AskingQnsPro
AskingQnsPro

Reputation: 19

How to create a pre defined variable array in C

I am trying to create an array according to the size that the user inputs but it does not seem to be working for c programming. The following are my codes:

#include <stdio.h>
#include <stdlib.h>

int main(void)
{
    int x, y;
    scanf("%d", &x);
    scanf("%d", &y);

    double arr[x][y];
}

The compiler keeps returning an error of" Error: Expression must have a constant value. at the line double ... could anyone help point out the error?

Upvotes: 1

Views: 2209

Answers (5)

user529758
user529758

Reputation:

You have two choices:

  • Either use a decent C compiler that supports C99 (or later) and variable-length arrays (I'd go with this approach, personally);

  • or if that is not possible, or the resulting array would be too large to fit in a block-scope variable (causing, for example, a stack overflow), you can use malloc(); however, you won't be able to create a true two-dimensional array using that approach, only a pointer-to-pointer, which may or may not be what you are looking for.

Upvotes: 4

abkds
abkds

Reputation: 1794

You need to allocate the memory in run-time . The compiler doesn't allow the declaration of arrays becuase it does not know the size of the array before hand . You need to use malloc() to allocate memory

Upvotes: 0

kfsone
kfsone

Reputation: 24269

Older C standards don't provide support for arrays that do not have compile-time sizes:

int array[42];
char text[] = "Hello World";
int numbers = { 1, 2, 3, 4 };

(in the case of the latter two examples, the size is derived from the data)
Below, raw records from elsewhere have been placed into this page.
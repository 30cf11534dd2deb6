/**
 * A quote for the whole household in a real browser: sales builds a quote of two pieces, one of them with two options
 * (full repolish recommended, or the lighter re-body and refresh); the customer switches options on their page and
 * sees total, deposit and balance follow; accepts with the lighter option, pays on the payment stand-in; the jobs
 * made are one a chosen piece, of the chosen estimates. The customer, pieces and estimates are set up through the API.
 */
import type { Page } from 'playwright-core';
import { describe, expect, it } from 'vitest';
import { choiceFigures, type QuoteDetail } from '../../shared/schemas/quotes';
import { DEMO_PASSWORD } from '../../server/seeders/demo';
import { demoEmail, getTestApp, signInAs, type Session } from '../helpers/app';
import { browserSuite, screenshot, watchConsole } from '../helpers/browser';


const suite = browserSuite({ services: true });

const post = (s: Session, url: string, body: object) => s.agent.post(url).set('x-csrf-token', s.csrf).send(body);
const gbp = (amount: string) => new Intl.NumberFormat('en-GB', { style: 'currency', currency: 'GBP' }).format(Number(amount));

async function signIn(page: Page): Promise<void> {
  await page.goto(`${suite.server.baseUrl}/signin`);
  await page.getByLabel('E-mail').fill(demoEmail('sales'));
  await page.getByLabel('Password').fill(DEMO_PASSWORD);
  await page.getByRole('button', { name: 'Sign in' }).click();
  await page.getByTestId('current-role').waitFor();
}

describe('a quote for the whole household', () => {
  it('sales offers two pieces with options; the customer switches, accepts the lighter option and pays; the jobs follow the choice', async () => {
    const { app } = getTestApp();
    const sales = await signInAs(app, 'sales');
    const estimator = await signInAs(app, 'estimator');
    const workshop = await signInAs(app, 'workshop');
    const c = await post(sales, '/api/customers', { name: 'Clemency Harrowgate', email: 'clemency.harrowgate@example.com' }).expect(201);
    const piece = async (kind: string, description: string) => (await post(estimator, '/api/pieces', { customerId: c.body.id, kind, description }).expect(201)).body.id as number;
    const estimate = async (pieceId: number, input: object) => {
      const e = await post(estimator, '/api/estimates', { customerId: c.body.id, pieceId, input }).expect(201);
      await post(estimator, `/api/estimates/${e.body.id}/state`, { state: 'priced' }).expect(200);
      return e.body.id as number;
    };
    const upright = await piece('upright', 'Harrowgate walnut upright');
    const table = await piece('furniture', 'Harrowgate dining table');
    const uprightInput = { template: 'upright', dimensions: { width: '150 cm' }, species: 'walnut', veneered: true };
    const full = await estimate(upright, { piece: uprightInput, system: 'full-repolish' });
    const light = await estimate(upright, { piece: uprightInput, system: 'revive' });
    const tableEstimate = await estimate(table, { piece: { template: 'table', dimensions: { length: '160 cm', width: '90 cm', height: '75 cm' }, species: 'mahogany', veneered: false }, system: 'full-repolish' });

    // Sales builds the quote on the full repolish's estimate page.
    const staff = await suite.browser.newContext({ viewport: { width: 1440, height: 1000 } });
    const page = await staff.newPage();
    const staffErrors = watchConsole(page);
    await signIn(page);
    await page.goto(`${suite.server.baseUrl}/estimates/${full}`);
    await page.getByRole('button', { name: 'Prepare a quote' }).click();
    const form = page.getByRole('form', { name: 'Prepare a quote' });
    const lines = form.getByTestId('quote-lines');
    await lines.waitFor();
    await form.getByLabel('Line 1: option name').fill('Full repolish');
    await expect.poll(() => lines.getByRole('button', { name: 'Add another estimate' }).isEnabled()).toBe(true);
    await lines.getByRole('button', { name: 'Add another estimate' }).click();
    await form.getByLabel('Line 2: estimate').selectOption(String(light));
    await form.getByLabel('Line 2: piece', { exact: true }).selectOption('1');
    await form.getByLabel('Line 2: option name').fill('Re-body and refresh');
    await lines.getByRole('button', { name: 'Add another estimate' }).click();
    await form.getByLabel('Line 3: estimate').selectOption(String(tableEstimate));
    await form.getByLabel('Line 3: piece', { exact: true }).selectOption('2');
    await form.getByLabel('Line 3: option name').fill('Full repolish');
    await form.getByRole('button', { name: 'Prepare the quote' }).click();
    // "Prepare the quote" opens the quote it made.
    await page.waitForURL(/\/quotes\/\d+$/);
    const prepared = page.locator('main');
    await prepared.getByRole('heading', { level: 1, name: /Q-/ }).waitFor();
    await prepared.getByTestId('quote-lines-view').waitFor();
    expect(await prepared.getByTestId('quote-lines-view').getByRole('row').count()).toBe(4);
    await screenshot(page, 'quote-options-prepared');
    await prepared.getByRole('button', { name: 'Send to the customer' }).click();
    await page.getByTestId('quote-link-box').waitFor();
    const link = await page.getByLabel('Customer’s link').inputValue();
    const quoteId = Number(new URL(page.url()).pathname.split('/').pop());
    const quote = (await sales.agent.get(`/api/quotes/${quoteId}`).expect(200)).body as QuoteDetail;
    expect(quote.lines.map((l) => [l.estimate.id, l.group, l.recommended])).toEqual([
      [full, 1, true],
      [light, 1, false],
      [tableEstimate, 2, true],
    ]);
    const [fullLine, lightLine, tableLine] = quote.lines;
    const figures = (ids: number[]) => choiceFigures({ lines: quote.lines, depositPct: quote.depositPct, extras: quote.extras }, ids, []);
    const recommended = figures([fullLine!.id, tableLine!.id]);
    const lighter = figures([lightLine!.id, tableLine!.id]);
    expect(recommended.total).not.toBe(lighter.total);

    // The customer switches between the options and sees the figures follow, then accepts the lighter one.
    const customer = await suite.browser.newContext({ viewport: { width: 1280, height: 900 } });
    const phone = await customer.newPage();
    const customerErrors = watchConsole(phone);
    await phone.goto(link);
    const accept = phone.getByRole('form', { name: 'Accept the quote' });
    await accept.waitFor();
    await phone.getByTestId('piece-2').waitFor();
    const shown = async () => [await accept.getByTestId('accept-total').textContent(), await accept.getByTestId('accept-deposit').textContent(), await accept.getByTestId('accept-balance').textContent()];
    expect(await shown()).toEqual([gbp(recommended.total), gbp(recommended.deposit), gbp(recommended.balance)]);
    await phone.getByRole('radio', { name: /Re-body and refresh/ }).check();
    await expect.poll(shown).toEqual([gbp(lighter.total), gbp(lighter.deposit), gbp(lighter.balance)]);
    await phone.getByRole('radio', { name: /Option A: Full repolish/ }).check();
    await expect.poll(shown).toEqual([gbp(recommended.total), gbp(recommended.deposit), gbp(recommended.balance)]);
    await phone.getByRole('radio', { name: /Re-body and refresh/ }).check();
    await expect.poll(shown).toEqual([gbp(lighter.total), gbp(lighter.deposit), gbp(lighter.balance)]);
    await screenshot(phone, 'quote-options-customer-choice');
    await accept.getByLabel('Your full name').fill('Clemency Harrowgate');
    await accept.getByRole('checkbox', { name: /I have read the quote/ }).check();
    await accept.getByRole('button', { name: /Accept for/ }).click();
    const outcome = phone.getByTestId('outcome');
    await outcome.waitFor();
    expect(await phone.getByTestId('public-total').textContent()).toBe(gbp(lighter.total));
    await outcome.getByRole('button', { name: /Pay the deposit/ }).click();
    await phone.waitForURL((u) => u.href.startsWith(suite.server.services!.payments!.url));
    expect(await phone.locator('.amount').textContent()).toBe(gbp(lighter.deposit));
    await phone.getByRole('button', { name: /^Pay / }).click();
    await phone.waitForURL((u) => u.href.startsWith(`${link}?deposit=paid`));
    await phone.getByTestId('deposit-paid').waitFor();
    expect(customerErrors).toEqual([]);
    await customer.close();

    // The staff page shows the choice; the jobs are the lighter upright and the table, nothing of the full repolish.
    const after = (await sales.agent.get(`/api/quotes/${quoteId}`).expect(200)).body as QuoteDetail;
    expect(after).toMatchObject({ state: 'deposit-paid', acceptedTotal: lighter.total, acceptedDeposit: lighter.deposit });
    await page.goto(`${suite.server.baseUrl}/quotes/${quoteId}`);
    await expect.poll(() => page.getByTestId('quote-line-2-choice').textContent()).toBe('Chosen');
    expect(await page.getByTestId('quote-line-1-choice').textContent()).toBe('Not chosen');
    expect(await page.getByTestId('agreed-total').textContent()).toBe(gbp(lighter.total));
    await screenshot(page, 'quote-options-staff');
    expect(staffErrors).toEqual([]);
    await staff.close();

    const jobA = await post(workshop, '/api/jobs', { quoteId }).expect(201);
    const jobB = await post(workshop, '/api/jobs', { quoteId }).expect(201);
    await post(workshop, '/api/jobs', { quoteId }).expect(409);
    expect([jobA.body.estimate.id, jobB.body.estimate.id]).toEqual([light, tableEstimate]);
    expect(jobA.body.sessions.length).toBeGreaterThan(0);
    expect(jobB.body.sessions.length).toBeGreaterThan(0);
  });
});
You either need a newer compiler, to specify the -std=c99 if you are using GCC, or you need to allocate memory for the array yourself.

Upvotes: 2

Yu Hao
Yu Hao

Reputation: 122503

The code can work in C99 mode or when the compiler supports VLA(variable length arrays) as an extension (e.g, GCC supports VLA as GNU extesnion).

In C89, you have to use pointers with dynamic memory to simulate.

Upvotes: 2

Ed Swangren
Ed Swangren

Reputation: 124800

You're using a C89 (Visual Studio? Though that would give you an error on the declaration of arr next) or a C++ compiler. VLA's (Variable Length Arrays) are a C99 feature.